Transformers #32 // Review
Ultra Magnus, Elita and their allies ave made it behind enemy lines. Cliffjumper was able to get into the area with te rest completely undetected. Getting in was easy. Getting out is going to be a much different matter altogether. Times are desperate and survival is in question. If they’re going to be able to survive, they’re going to have to remain undetected in Transformers #32. Writer Robert Kirkman plays with a few toys from the 1980s with artist Jason Howard and colorist Mike Spicer. Kirkman is working on premises that have been floating around theTransformers property for a long time.
Shockwave appears leading an opposing force of Decepticons. It comes as something of a shock that he’s still standing. He claims to be held together with hatred and spite. There’s no way anyone is going to be able to crush that. Still...since she went Prime, Elita has a power literally within her that could crush practically ANYTHING. The Decepticons are going to have their hands full in trying to crush the Autobots even it they ARE behind enemy lines.

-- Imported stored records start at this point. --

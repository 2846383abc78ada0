//! When a price holds: clock times, days, season.

use super::parsed;
use crate::document::{Check, Leaf};
use crate::tariff::{Days, Season, When, Window, parse_clock};
use crate::units::UnitProblem;

/// Clock times, days and season of `from`, `to`, `days`, `season`.
pub(super) fn when(
    check: &mut Check,
    [from, to, days, season]: [&Option<Leaf<String>>; 4],
) -> Option<When> {
    let problem = |found: String, allowed: &str, remedy: &str| UnitProblem {
        found,
        allowed: allowed.to_owned(),
        remedy: remedy.to_owned(),
    };
    let clock = |text: &str| {
        parse_clock(text).ok_or_else(|| {
            let allowed = "a clock time from 00:00 to 24:00";
            problem(
                format!("\"{text}\""),
                allowed,
                "write for example \"07:30\"",
            )
        })
    };
    // Every field is looked at before any is given up, so that all problems come at once.
    let mut right = true;
    let mut read = |check: &mut Check, leaf: &Option<Leaf<String>>, missing| {
        let minute = parsed(check, leaf, clock);
        right &= leaf.is_none() || minute.is_some();
        minute.unwrap_or(missing)
    };
    let (from_minute, to_minute) = (read(check, from, 0), read(check, to, 24 * 60));
    let window = Window::new(from_minute, to_minute);
    if let (None, Some(leaf), true) = (window, to.as_ref().or(from.as_ref()), right) {
        check.refuse(
            &leaf.span(),
            "from and to are the same time",
            "two clock times",
            "leave both out for the whole day",
        );
    }
    let held_days = parsed(check, days, |text| {
        Days::parse(text).ok_or_else(|| {
            let allowed = "\"every day\", \"weekdays\", \"weekends\", or names of days";
            problem(
                format!("\"{text}\""),
                allowed,
                "write for example \"Sat, Sun\"",
            )
        })
    });
    let held_season = parsed(check, season, |text| {
        Season::parse(text).ok_or_else(|| {
            let allowed = "a first and a last day, or whole months";
            let remedy = "write for example \"1 Nov to 31 Mar\" or \"Nov to Mar\"";
            problem(format!("\"{text}\""), allowed, remedy)
        })
    });
    right &= days.is_none() || held_days.is_some();
    right &= season.is_none() || held_season.is_some();
    right.then_some(When {
        window: window?,
        days: held_days.unwrap_or(Days::ALL),
        season: held_season.unwrap_or(Season::ALL_YEAR),
    })
}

Kirkman’s not really adding anything new. And the problems of anything set on the Cybertron always end up overcoming anything that might actually be entertaining about action. That's actually set there. There's a tremendous amount of potential in exploring war on a planet entirely populated by cybernetic organisms that can change form. Kirkman only handles it on the most rudimentary Saturday morning animated level. And that's perfectly fine because that's exactly where this particular franchise started. But there's so much more room for so much more potential in the way of sci-fi action that would go well beyond the humble beginnings of a franchise like this. Kirkman totally failed to do anything more than an echo what's been done before.
The art seems to defuse so many different aspects of the franchise and interesting ways. On the one hand, it's hard not to see these characters and see them rendered in a way that seems true to the original toys. At the same time, there's a kind of photorealism about some of the line work that really feels like it's drawn directly from the vehicles that these toys were based on. The visual conception of an alien planet isn't really all that present on the page, though. So much of it is just focused on the conflict between these robots.
Voice Actor Corey Burton did a hell of a job on the original animated series. He voiced Shockwave on that original series. It's hard to read the character’s dialogue some 40 years later and not hear his voice. So much of the series has evolved in so many different ways over the years. There was something about aspects of that original animated series that continues to resonate to this day. It really might be a major factor as to why the franchise has persisted for so long. The talent involved in that original animated series was just so good.